# Bought my first timeshare! Now what?



## 89MustangGX (Aug 13, 2010)

Hello again,

After a lot of research and what I think was good advice, I felt good about buying my first timeshare...so I went ahead and pulled the trigger.

http://cgi.ebay.com/ws/eBayISAPI.dll?ViewItem&item=370416961827

That's it! A 2BR LO Annual in Tahiti Village in Las Vegas.

I was pretty well satisfied with the info on the resort (even though I have never seen it, I have a friend who bought from the developer and owns there). I was also pretty well satisfied with the info I found through searches on the seller, selling company, and closing company.

I think I did well on the price -- I am glad I found TUG!

So I went through the automated webpage and paid on the 11th. I got an electronically signed contract in my email and an automated confirmation email that payment was recieved.

I also fired off an email to the seller and TCS asking to confirm it was all complete and request for a copy of the estoppel letter (based on research here).

Now is where I start to get a little nervous.

What happens next and when should I expect it to happen?

Do I just recieve info in the USPS mail?
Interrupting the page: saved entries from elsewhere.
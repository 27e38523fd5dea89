/**
 * A workbook's cells as stored in the file (the XML parts, shared strings resolved), not as a reader
 * that converts date cells shows them: for the checks of the date system, where the stored serial
 * is the point.
 */
import * as fs from 'node:fs';
import JSZip from 'jszip';

/** One stored cell: its value text, its formula, its style index. */
export interface StoredCell {
  v?: string;
  f?: string;
  s?: string;
}

/** The workbook part's XML and every sheet's cells by address. */
export interface StoredWorkbook {
  workbook: string;
  sheets: Map<string, Map<string, StoredCell>>;
}

const unescape = (t: string) => t.replace(/&lt;/g, '<').replace(/&gt;/g, '>').replace(/&quot;/g, '"').replace(/&apos;/g, "'").replace(/&amp;/g, '&');

/** Reads a workbook's stored cells. */
export async function storedWorkbook(file: string): Promise<StoredWorkbook> {
  const zip = await JSZip.loadAsync(fs.readFileSync(file));
  const workbook = await zip.file('xl/workbook.xml')!.async('string');
  const rels = await zip.file('xl/_rels/workbook.xml.rels')!.async('string');
  const sst = await zip.file('xl/sharedStrings.xml')?.async('string');
  const strings = sst ? [...sst.matchAll(/<si>(.*?)<\/si>/gs)].map((m) => unescape([...m[1].matchAll(/<t[^>]*>(.*?)<\/t>/gs)].map((t) => t[1]).join(''))) : [];
  const sheets = new Map<string, Map<string, StoredCell>>();
  for (const m of workbook.matchAll(/<sheet [^>]*name="([^"]+)"[^>]*r:id="([^"]+)"/g)) {
    const target = new RegExp(`Id="${m[2]}"[^>]*Target="([^"]+)"|Target="([^"]+)"[^>]*Id="${m[2]}"`).exec(rels)!;
    const part = (target[1] ?? target[2]).replace(/^\/?(xl\/)?/, 'xl/');
    const xml = await zip.file(part)!.async('string');
    const cells = new Map<string, StoredCell>();
    for (const c of xml.matchAll(/<c r="([A-Z]+\d+)"([^>]*?)(?:\/>|>(.*?)<\/c>)/gs)) {
      const inner = c[3] ?? '';
      const raw = /<v>(.*?)<\/v>/s.exec(inner)?.[1];
      const shared = /\bt="s"/.test(c[2]);
      const f = /<f[^>]*>(.*?)<\/f>/s.exec(inner)?.[1];
      cells.set(c[1], { v: raw === undefined ? undefined : shared ? strings[Number(raw)] : unescape(raw), f: f === undefined ? undefined : unescape(f), s: /\bs="(\d+)"/.exec(c[2])?.[1] });
    }
    sheets.set(unescape(m[1]), cells);
  }
  return { workbook, sheets };
}

/** The cells of `a` whose stored value differs in `b`: [sheet!address, a's value, b's value, a's formula, b's formula]. */
export function storedDifferences(a: StoredWorkbook, b: StoredWorkbook): { at: string; a?: string; b?: string; fa?: string; fb?: string }[] {
  const out: { at: string; a?: string; b?: string; fa?: string; fb?: string }[] = [];
  for (const [sheet, cells] of a.sheets) {
    const other = b.sheets.get(sheet) ?? new Map<string, StoredCell>();
    for (const [at, c] of cells) {
      const d = other.get(at);
      if (d?.v !== c.v || d?.f !== c.f) out.push({ at: `${sheet}!${at}`, a: c.v, b: d?.v, fa: c.f, fb: d?.f });
    }
  }
  return out;
}
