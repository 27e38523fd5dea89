/**
 * The shaded window the tests (and the benchmark, which keeps its own copy) use when they need every
 * kind of device at once: an overhang, two fins, a reveal and a skyline on a 2 × 1.5 window. The
 * numbers are invented test inputs, not reference values.
 */
import type { Shading } from '../../src/core/shading/types';

export const EVERY_DEVICE_WINDOW = Object.freeze({ width: 2, height: 1.5 });

/** Frozen to the last array, so that no test can change it for the next one (copy it to vary it). */
export const EVERY_DEVICE_SHADING: Shading = Object.freeze({
  overhang: Object.freeze({ projection: 0.6, gap: 0.2, extensionLeft: 0.3, extensionRight: 0.3 }),
  leftFin: Object.freeze({ projection: 0.4, gap: 0.1, extensionAbove: 0.2, extensionBelow: 0 }),
  rightFin: Object.freeze({ projection: 0.4, gap: 0.1, extensionAbove: 0.2, extensionBelow: 0 }),
  revealDepth: 0.1,
  skyline: Object.freeze([5, 10, 20, 15, 0, 0, 5, 30]) as number[],
});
Will there be actual signing of documents and mailing/faxing back? Will there be phone calls?

When do I get the actual deed?

When do I recieve info from the resort? Or do I recieve anything from them? Maybe a welcome letter or something?
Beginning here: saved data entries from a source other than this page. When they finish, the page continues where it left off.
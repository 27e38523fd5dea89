/**
 * Worksheet-function descriptors: window gain for one hour, its step-by-step working, design-day
 * peaks with cooling load, the hourly year, and the cooling load of a 24-hour gain profile.
 *
 * Two forms of the window functions:
 * - the window as ONE range (SOLARGAIN, SOLARGAINSTEPS, SOLARGAINPEAKS, SOLARGAINYEAR): the window
 *   is a block of glossary fields (src/registry/windowRange.ts), so a formula names the window and
 *   the hour and nothing else — `=SUNPANE.SOLARGAIN(B2:C20, "2026-07-21 13:00")`;
 * - the older positional forms (WINDOWGAIN, GAINSTEPS, PEAKGAINS, WINDOWYEAR), whose ids are
 *   released: saved workbooks call them with 12 to 28 positional arguments, and Excel stores a
 *   formula by id and position, so their arguments keep their places. Options added since go at
 *   the end (timeConvention, headers), with defaults that leave every saved result as it was.
 *   docs/window-fields.md says why the window forms are new functions rather than new signatures.
 *
 * Both forms read the window through the same glossary fields, so their messages name the same
 * things (a positional argument's name is the field's name).
 */
import { SunpaneError } from '../core/common';
import { annualSeries, type AnnualSeries, windowGainAt, gainSteps, type Weather, type WindowSpec, type WindowGainHour } from '../core/gain';
import { annualLoadParts, designDayPeaks, coolingLoad, requireRadiantTimeFactors, type RoomSeries, type WindowLoad, windowRoomSeries } from '../core/load';
import { MASK_DEFAULT_YEAR } from '../core/shading';
import { type DateSystem, evaluationSerial, fromSerial1900, hoursInYear, requireStamp, serialToCivil, type TimeConvention } from '../core/time';
import { windowOnClock } from './clockRange';
import { GLOSSARY, type GlossaryEntry } from './glossary';
import { type Args, type ClockFields, type FunctionDescriptor, NotAvailable, type OutCell, type OutsideCheck, type OutTable, type ParamDescriptor, type WindowFields } from './types';
import { fieldsOf, skyWithDesignDays, windowSpecFromFields } from './windowRange';

const { max: mathMax, min: mathMin } = Math;

const G = GLOSSARY;

/** Year of design days when the window gives none (the year moves the sun by well under 0.3°). */
export const DESIGN_DAY_DEFAULT_YEAR = MASK_DEFAULT_YEAR;

/** Columns of the hourly year, by glossary token, and the series column each reads. */
const SERIES_COLUMN: Record<string, keyof AnnualSeries> = {
  gain: 'gain',
  gainBeam: 'gainBeam',
  gainDiffuse: 'gainDiffuse',
  conduction: 'conduction',
  radiant: 'radiant',
  convective: 'convective',
  beam: 'beam',
  sky: 'sky',
  ground: 'ground',
  skyUnshaded: 'skyUnshaded',
  groundUnshaded: 'groundUnshaded',
  dni: 'dni',
  dhi: 'dhi',
  sunlitFraction: 'sunlitFraction',
  shgc: 'shgc',
  incidence: 'incidence',
  profileAngle: 'profileAngle',
  sunAltitude: 'sunAltitude',
  sunAzimuth: 'sunAzimuth',
  stamp: 'clockStamp', // the row's date-time as the window reads date-times: on its clock
};
/** Columns of the cooling load by the radiant time series, and the part of the load each reads. */
const LOAD_COLUMN: Record<string, keyof WindowLoad> = { load: 'total', loadBeam: 'beam', loadDiffuse: 'diffuse', loadConduction: 'conduction' };
/** Columns that depend on the weather (shown as #N/A on a missing hour). */
const WEATHER_COLUMNS = new Set(['gain', 'gainBeam', 'gainDiffuse', 'conduction', 'radiant', 'convective', 'beam', 'sky', 'ground', 'skyUnshaded', 'groundUnshaded', 'dni', 'dhi', ...Object.keys(LOAD_COLUMN)]);
/** The window's diffuse-shading ratios, constant over the year (one value repeated on every row). */
const DIFFUSE_CONSTANTS: Record<string, (s: AnnualSeries) => number> = {
  skyViewRatio: (s) => s.diffuse.skyViewRatio,
  groundViewRatio: (s) => s.diffuse.groundViewRatio,
  horizonShare: (s) => s.diffuse.horizonShare,
};

const P = {
  dni: { ...G.dni, optional: true, description: "the hour's direct normal irradiance, at most the extraterrestrial value; blank: the window's clear sky" },
  dhi: { ...G.dhi, optional: true, description: "the hour's diffuse horizontal irradiance, at most the physically possible limit at the hour's sun (Long & Shi 2008); blank: the window's clear sky" },
  tauB: { ...G.tauB, optional: true, description: 'beam pseudo-optical depth τb of the ASHRAE clear-sky model; used when dni and dhi are blank' },
  tauD: { ...G.tauD, optional: true, description: 'diffuse pseudo-optical depth τd of the ASHRAE clear-sky model; used when dni and dhi are blank' },
  quantities: {
    name: 'quantities',
    kind: 'choiceList',
    choices: [...Object.keys(SERIES_COLUMN), ...Object.keys(DIFFUSE_CONSTANTS), ...Object.keys(LOAD_COLUMN)],
    choiceAliases: { sunlit: 'sunlitFraction', profile: 'profileAngle', altitude: 'sunAltitude', azimuth: 'sunAzimuth', skyview: 'skyViewRatio', groundview: 'groundViewRatio' },
    default: 'gain',
    length: { max: 20 },
    description:
      "columns of the hourly year, one per name: gain, gainBeam, gainDiffuse, conduction, radiant, convective, load, loadBeam, loadDiffuse, loadConduction in W (a load needs factors or the window's room); beam, sky, ground, skyUnshaded, groundUnshaded, dni, dhi in W/m²; sunlitFraction, skyViewRatio, groundViewRatio, horizonShare, shgc from 0 to 1; incidence, profileAngle, sunAltitude, sunAzimuth in °; stamp: the row's date-time on the clock (yyyy-mm-dd hh:mm)",
  },
  day: { name: 'day', kind: 'number', integer: true, min: 1, max: 28, default: 21, description: 'day of each month for the clear design day' },
  factors: { name: 'factors', kind: 'numberList', min: 0, max: 1, length: { exact: 24 }, sumsToOne: true, description: 'the 24 radiant time factors r0…r23 of the room (from your handbook or room model), summing to 1' },
  factorsOptional: { name: 'factors', kind: 'numberList', min: 0, max: 1, length: { exact: 24 }, sumsToOne: true, optional: true, description: "the 24 radiant time factors r0…r23 of the room, summing to 1, used as both its solar and non-solar series; blank: the window's own room (roomConstruction, or its two series), else no cooling-load columns" },
  yearFactors: { name: 'factors', kind: 'numberList', min: 0, max: 1, length: { exact: 24 }, sumsToOne: true, optional: true, description: "the 24 radiant time factors r0…r23 of the room, summing to 1, used as both its solar and non-solar series for the load quantities; blank: the window's own room" },
  positionalYearFactors: { name: 'factors', kind: 'numberList', min: 0, max: 1, length: { exact: 24 }, sumsToOne: true, optional: true, description: 'the 24 radiant time factors r0…r23 of the room, summing to 1, used as both its solar and non-solar series, for the load quantities' },
  parts: { name: 'parts', kind: 'flag', default: false, description: "TRUE: also the peak hour's gain by part (beam, diffuse, conduction) and, with a room, the peak load's parts; FALSE (default): the columns as before" },
  showGain: { name: 'showGain', kind: 'flag', default: false, description: 'TRUE: two columns, the gain as given and its cooling load; FALSE (default): the load alone' },
  monthlyTauB: { ...G.tauB, kind: 'numberList', length: { oneOf: [1, 12] }, optional: false, description: 'beam pseudo-optical depth τb of the ASHRAE clear-sky model for the design days: one value, or 12 by month (January first)' },
  monthlyTauD: { ...G.tauD, kind: 'numberList', length: { oneOf: [1, 12] }, optional: false, description: 'diffuse pseudo-optical depth τd for the design days: one value (read for every month), or 12 by month (January first)' },
  yearTauB: { ...G.tauB, kind: 'numberList', length: { oneOf: [1, 12] }, optional: true, description: 'beam pseudo-optical depth τb of the ASHRAE clear-sky model: one value, or 12 by month; used when dni and dhi are blank' },
  yearTauD: { ...G.tauD, kind: 'numberList', length: { oneOf: [1, 12] }, optional: true, description: 'diffuse pseudo-optical depth τd: one value (read for every month), or 12 by month (January first); used when dni and dhi are blank' },
  gains: { name: 'gains', kind: 'numberList', unit: 'W', min: -1e7, max: 1e7, length: { exact: 24 }, description: 'hourly gain of the design day, hour ending 1:00 first' },
  dniSeries: {
    ...G.dni,
    kind: 'numberList',
    optional: true,
    gapsAreMissing: true,
    description: "a year's hourly direct normal irradiance, one value per hour (8760, or 8784 in a leap year); a blank or text cell marks that hour missing (#N/A in the result); blank range: the window's clear sky",
  },
  dhiSeries: {
    ...G.dhi,
    kind: 'numberList',
    optional: true,
    gapsAreMissing: true,
    description: "a year's hourly diffuse horizontal irradiance, one value per hour; a blank or text cell marks that hour missing; blank range: the window's clear sky",
  },
  stepsHeaders: { ...G.headers, default: true, description: 'TRUE (default): the table starts with the row step, quantity, value, unit, method; FALSE: the steps only' },
  surfaceTilt: { ...G.surfaceTilt, description: 'window tilt from horizontal: 90 is a vertical window (shading devices need 90)' },
  instantConvention: { ...G.timeConvention, default: 'instant', description: 'how dateTime is read: "instant" (default, as this form has always done) = the sun at dateTime; "hourEnding" = the hour ending at dateTime, sun at mid-hour, as the hourly year and the pane' },
  hourEndingConvention: { ...G.timeConvention, description: 'how the hours are read: "hourEnding" (default) = rows stamped at the end of their hour, sun at mid-hour; "instant" = rows at 00:00 … 23:00, sun at the stamp' },
} satisfies Record<string, ParamDescriptor>;

// ---------------------------------------------------------------------------------------------
// Reading the window and the hour's weather

/** The window of a positional form: its arguments are glossary fields under the same names. */
function fieldsOfArgs(a: Args, names: readonly string[]): WindowFields {
  const entries: { field: GlossaryEntry; written: string; cell: number | string | readonly unknown[] }[] = [];
  for (const n of names) {
    const v = a[n];
    if (v === undefined) continue;
    entries.push({ field: G[n as keyof typeof G], written: n, cell: v as number | string | readonly number[] });
  }
  return fieldsOf(entries);
}

/** The window of a window form, on the call's clock (the clock fills the window's clock fields). */
function winOf(a: Args): WindowFields {
  return windowOnClock(a.window as WindowFields, a.clock as ClockFields | undefined);
}

/** The window of a positional form, on the call's clock. */
function posOf(a: Args): WindowFields {
  return windowOnClock(fieldsOfArgs(a, POSITIONAL_FIELDS), a.clock as ClockFields | undefined);
}

/** The date system the window's date-times are given in (its own field, or the clock's put in). */
function systemOf(f: WindowFields): DateSystem {
  return (f.values.get('dateSystem') as DateSystem | undefined) ?? 1900;
}

const SITE_AND_WINDOW = [G.latitude, G.longitude, G.utcOffset, G.surfaceAzimuth, G.width, G.height, G.shgc] as const;
const GLASS_AND_GROUND = [G.panes, G.frameFraction, G.groundAlbedo, G.skyModel, P.surfaceTilt, G.interiorAttenuation] as const;
const SHADING = [G.overhangProjection, G.overhangGap, G.overhangExtensionLeft, G.overhangExtensionRight, G.finProjection, G.finGap, G.revealDepth, G.skyline] as const;
/** The window fields a positional form takes (the rest of its arguments are the hour's or options). */
const POSITIONAL_FIELDS = [...SITE_AND_WINDOW, ...GLASS_AND_GROUND, ...SHADING, G.tauB, G.tauD, G.radiantFraction, G.timeConvention, G.year].map((p) => p.name);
Can someone please walk me through what I should expect next and calm my nerves a little? I felt pretty confident before, but now I am feeling a little naive and would like some reassurance on this journey. I am admittedly young and this would be only my 2nd property purchase.

Thanks!

Adam


----------



## terden (Aug 13, 2010)

89MustangGX said:


> Hello again,
> 
> After a lot of research and what I think was good advice, I felt good about buying my first timeshare...so I went ahead and pulled the trigger.
> 
> ...



I've bought 3 timeshares on eBay. Each took a minimum of 6-8 weeks for everything to complete, including deed transfer, registration with the resort, etc. Don't panic. It just takes some time


----------



## foreverloves (Aug 13, 2010)

I just bought from the same place (same seller on ebay, not the same resort).  I'm still in process, but here's what I can tell you so far:

Paid my fees, received confirmation (via email) that fees were paid.  I asked a few questions after closing, seller was a bit slow to answer, but did answer what I asked.  

Received a letter from Timeshare Closing Services yesterday confirming the escrow was opened and everything was paid and ready.  In fact, they also called me to confirm this as well.  Basically, my deed is being prepared to send to the county recorder. The estimate for this is about 4-6 weeks to record.  Once they record it, I should receive a copy of it, as well as confirmation that the resort has received it and noted me as the new owner. 

I asked the seller to make a reservation for me for next year. I forwarded the information to them (the dates we wanted) and was told it would take about a week to find out if we can get that date.  One question is if we have to prepay our MF in order to get the reservation, and they are supposed to let me know.  

I would expect you to receive a letter from TCS just stating that they have your funds in escrow and are proceeding.  Depending on deed preparation and the time to record, you should be wrapped up in about 2 months or less.  That's what I'm expecting - and if you read his feedback, it seems he tends to close fairly quickly.  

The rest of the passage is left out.